Task brief ▸ Among the entries below, one stretch runs from the line that contains "onSuccess: (answer, variables)" through the line that contains "t, dur = 3600.0, 4.0". Repeat that stretch exactly, ends included, and only that.

** Data section follows **

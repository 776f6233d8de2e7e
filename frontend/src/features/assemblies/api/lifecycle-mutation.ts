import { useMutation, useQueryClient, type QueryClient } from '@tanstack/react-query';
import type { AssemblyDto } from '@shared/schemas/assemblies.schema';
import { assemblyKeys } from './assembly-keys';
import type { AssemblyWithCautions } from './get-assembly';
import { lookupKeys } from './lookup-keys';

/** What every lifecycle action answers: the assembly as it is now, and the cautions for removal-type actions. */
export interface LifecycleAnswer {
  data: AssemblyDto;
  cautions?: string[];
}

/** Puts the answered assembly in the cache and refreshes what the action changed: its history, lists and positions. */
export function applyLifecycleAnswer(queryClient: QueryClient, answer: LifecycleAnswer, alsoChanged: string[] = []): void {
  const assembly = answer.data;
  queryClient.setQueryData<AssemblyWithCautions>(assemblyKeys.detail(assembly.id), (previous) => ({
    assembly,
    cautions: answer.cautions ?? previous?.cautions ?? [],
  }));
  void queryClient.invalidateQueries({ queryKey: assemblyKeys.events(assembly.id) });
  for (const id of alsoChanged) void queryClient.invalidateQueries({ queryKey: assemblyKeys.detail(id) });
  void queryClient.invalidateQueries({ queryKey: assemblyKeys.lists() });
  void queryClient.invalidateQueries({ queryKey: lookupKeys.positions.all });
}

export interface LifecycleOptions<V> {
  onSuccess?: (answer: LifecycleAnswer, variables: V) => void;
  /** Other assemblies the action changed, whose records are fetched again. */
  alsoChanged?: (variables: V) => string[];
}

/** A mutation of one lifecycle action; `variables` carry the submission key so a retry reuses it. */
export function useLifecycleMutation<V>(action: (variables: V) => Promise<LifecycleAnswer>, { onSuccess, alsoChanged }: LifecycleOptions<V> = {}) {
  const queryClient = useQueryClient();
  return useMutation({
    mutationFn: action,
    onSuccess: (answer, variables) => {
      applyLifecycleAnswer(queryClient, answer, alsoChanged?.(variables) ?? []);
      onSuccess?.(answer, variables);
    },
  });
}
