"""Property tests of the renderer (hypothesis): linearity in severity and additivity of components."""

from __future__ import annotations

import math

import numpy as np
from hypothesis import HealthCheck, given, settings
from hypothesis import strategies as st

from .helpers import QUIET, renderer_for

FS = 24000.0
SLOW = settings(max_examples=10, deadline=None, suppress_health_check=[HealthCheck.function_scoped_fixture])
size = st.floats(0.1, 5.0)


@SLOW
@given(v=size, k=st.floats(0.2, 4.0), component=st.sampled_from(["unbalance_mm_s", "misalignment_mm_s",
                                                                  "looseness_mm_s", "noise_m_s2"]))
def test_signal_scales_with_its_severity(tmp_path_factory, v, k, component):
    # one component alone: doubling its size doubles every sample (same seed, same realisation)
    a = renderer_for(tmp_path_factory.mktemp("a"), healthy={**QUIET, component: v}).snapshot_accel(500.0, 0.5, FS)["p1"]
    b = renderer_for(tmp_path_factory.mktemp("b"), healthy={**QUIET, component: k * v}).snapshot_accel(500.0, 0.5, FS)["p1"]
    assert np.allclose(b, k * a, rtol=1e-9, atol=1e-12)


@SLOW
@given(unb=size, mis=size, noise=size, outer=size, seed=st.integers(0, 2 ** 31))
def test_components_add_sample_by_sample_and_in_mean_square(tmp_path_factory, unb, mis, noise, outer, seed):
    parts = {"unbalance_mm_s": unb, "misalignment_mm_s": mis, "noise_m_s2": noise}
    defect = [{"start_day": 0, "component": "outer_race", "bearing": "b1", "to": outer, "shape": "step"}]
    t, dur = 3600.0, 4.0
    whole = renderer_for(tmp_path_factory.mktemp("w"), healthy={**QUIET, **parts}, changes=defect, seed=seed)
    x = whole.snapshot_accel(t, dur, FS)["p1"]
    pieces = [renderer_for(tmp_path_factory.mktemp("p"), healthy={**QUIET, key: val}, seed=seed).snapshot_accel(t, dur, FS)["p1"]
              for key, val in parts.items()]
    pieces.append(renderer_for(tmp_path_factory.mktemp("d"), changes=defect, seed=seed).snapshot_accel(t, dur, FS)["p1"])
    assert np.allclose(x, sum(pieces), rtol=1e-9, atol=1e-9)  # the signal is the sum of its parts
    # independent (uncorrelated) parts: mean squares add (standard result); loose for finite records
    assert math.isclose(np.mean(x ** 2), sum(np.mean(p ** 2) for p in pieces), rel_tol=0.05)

** End of Data section **

Written answer ▸
    onSuccess: (answer, variables) => {
      applyLifecycleAnswer(queryClient, answer, alsoChanged?.(variables) ?? []);
      onSuccess?.(answer, variables);
    },
  });
}
"""Property tests of the renderer (hypothesis): linearity in severity and additivity of components."""

from __future__ import annotations

import math

import numpy as np
from hypothesis import HealthCheck, given, settings
from hypothesis import strategies as st

from .helpers import QUIET, renderer_for

FS = 24000.0
SLOW = settings(max_examples=10, deadline=None, suppress_health_check=[HealthCheck.function_scoped_fixture])
size = st.floats(0.1, 5.0)


@SLOW
@given(v=size, k=st.floats(0.2, 4.0), component=st.sampled_from(["unbalance_mm_s", "misalignment_mm_s",
                                                                  "looseness_mm_s", "noise_m_s2"]))
def test_signal_scales_with_its_severity(tmp_path_factory, v, k, component):
    # one component alone: doubling its size doubles every sample (same seed, same realisation)
    a = renderer_for(tmp_path_factory.mktemp("a"), healthy={**QUIET, component: v}).snapshot_accel(500.0, 0.5, FS)["p1"]
    b = renderer_for(tmp_path_factory.mktemp("b"), healthy={**QUIET, component: k * v}).snapshot_accel(500.0, 0.5, FS)["p1"]
    assert np.allclose(b, k * a, rtol=1e-9, atol=1e-12)


@SLOW
@given(unb=size, mis=size, noise=size, outer=size, seed=st.integers(0, 2 ** 31))
def test_components_add_sample_by_sample_and_in_mean_square(tmp_path_factory, unb, mis, noise, outer, seed):
    parts = {"unbalance_mm_s": unb, "misalignment_mm_s": mis, "noise_m_s2": noise}
    defect = [{"start_day": 0, "component": "outer_race", "bearing": "b1", "to": outer, "shape": "step"}]
    t, dur = 3600.0, 4.0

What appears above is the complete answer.